Ninguém vê tal coisa no centro de Nova Iorque, de Londres ou de Paris. Pergunto: são os fundos imobiliários que tomam conta desse património para depois não fazerem nada com ele? São as famílias que não se entendem com o destino a dar a terrenos ou prédios que receberam em herança? É o Estado que acumula edifícios sem critério? Seja qual for a explicação, isto é certo: a prioridade número um do Governo, em termos de política de habitação, deveria ser a intervenção musculada nestas situações, seja através de penalizações fiscais, de multas altíssimas para quem tem edifícios sem uso em locais de escassez habitacional, ou até de expropriações, em nome do interesse público.
Infelizmente, o Governo preferiu a via mais fácil: sem passar pelo Parlamento e sem qualquer debate público, aprovou no final do ano um decreto-lei que altera o Regime Jurídico dos Instrumentos de Gestão Territorial (RJIGT), permitindo aos municípios a reclassificação de terrenos rústicos em urbanos, com o argumento de que é necessário promover a construção de habitação. O Presidente da República classificou o diploma como "um entorse significativo (sic) em matéria de regime genérico de ordenamento e planeamento do território", mas, espantosamente, aprovou-o na mesma, com o argumento mais coçado do último ano: a "urgência no uso dos fundos europeus". Para esgotar o dinheiro de Bruxelas, todas as entorses são permitidas. E daqui a uns aninhos lá vamos ter o Ministério Público a acumular processos, e o país a lamentar uma nova onda de trafulhices e de corrupção.

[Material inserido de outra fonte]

import type { Rating, RatingSegment } from './types';
import { rejectStageAndShift, validateSegments } from './validate';

/** Index of the segment that applies at effective stage h (m): the last one whose breakpoint is ≤ h, else 0. */
export function segmentIndexAt(segments: readonly RatingSegment[], h_m: number): number {
  let i = segments.length - 1;
  while (i > 0 && h_m < segments[i].fromStage_m) i--;
  return i;
}

function dischargeMultiSegment(rating: Rating, h: number): number {
  validateSegments('dischargeAt', rating);
  const segments = rating.segments;
  const s = segments[segmentIndexAt(segments, h)];
  return h > s.offset_m ? finiteDischarge(s.coefficient * Math.pow(h - s.offset_m, s.exponent), h) : 0;
}

/** The discharge itself when finite; a RangeError when the stage is so far above the rating that Q overflows. */
function finiteDischarge(q: number, h: number): number {
  if (q < Infinity) return q;
  throw new RangeError(
    `dischargeAt needs a stage the rating can carry; ${h} m gives a discharge too large to represent. Check the stage and its units.`,
  );
}

/**
 * Discharge (m³/s) at gauge height stage_m (m) with an optional stage shift shift_m (m):
 * Q = C·(stage + shift − e)^b with the segment that applies at stage + shift; 0 at or below the offset.
 * A stage so high that Q overflows (e.g. 1e200 m) is refused with a RangeError rather than given as Infinity.
 */
export function dischargeAt(rating: Rating, stage_m: number, shift_m = 0): number {
  const h = stage_m + shift_m;
  // h − h is 0 for every finite h and NaN for NaN or ±Infinity: one comparison instead of two calls.
  if (!(h - h === 0)) rejectStageAndShift('dischargeAt', stage_m, shift_m);
  const segments = rating.segments;
  // Everything but the one-segment case goes out of line, so this stays small enough to be inlined.
  if (segments === undefined || segments.length !== 1) return dischargeMultiSegment(rating, h);
  const s = segments[0];
  const c = s.coefficient;
  const e = s.offset_m;
  const b = s.exponent;
  // One-segment fast path: check the fields inline (NaN fails every comparison), allocate nothing.
  if (!(c > 0 && c < Infinity && b > 0 && b < Infinity && e - e === 0 && s.fromStage_m - s.fromStage_m === 0)) {
    validateSegments('dischargeAt', rating);
  }
  if (!(h > e)) return 0;
  const q = c * Math.pow(h - e, b);
  return q < Infinity ? q : finiteDischarge(q, h);
}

Querem apostar? A obsessão com a execução do PRR já nos deixou sem o visto prévio do Tribunal de Contas em projectos de dezenas de milhões de euros. E agora temos uma nova lei dos solos que é o sonho húmido dos empresários da construção civil com ligações íntimas às câmaras. Há um ponto específico da nova lei que, por mais voltas que dê à cabeça, não percebo como pode ser compatibilizado com o desejo de construir habitação a preços acessíveis. No ponto 8 do artigo 72.ºB, os legisladores definem o conceito de "habitação de valor moderado", permitindo que o seu preço possa ascender até "125% do valor da mediana de preço de venda por metro quadrado de habitação para o concelho da localização do imóvel". Ou seja, 25% acima (!) daquilo que são os valores actuais das casas em Portugal. Mais: esse valor só tem de ser respeitado em 70% das novas habitações.
"Moderado"? A sério? Deputados do Bloco, PCP, Livre e PAN já pediram a apreciação parlamentar do decreto-lei, e em boa hora o fizeram. Se a sua aprovação com "entorses" já é altamente duvidosa, a sua aprovação sem qualquer discussão pública seria um escândalo. Exigem-se explicações.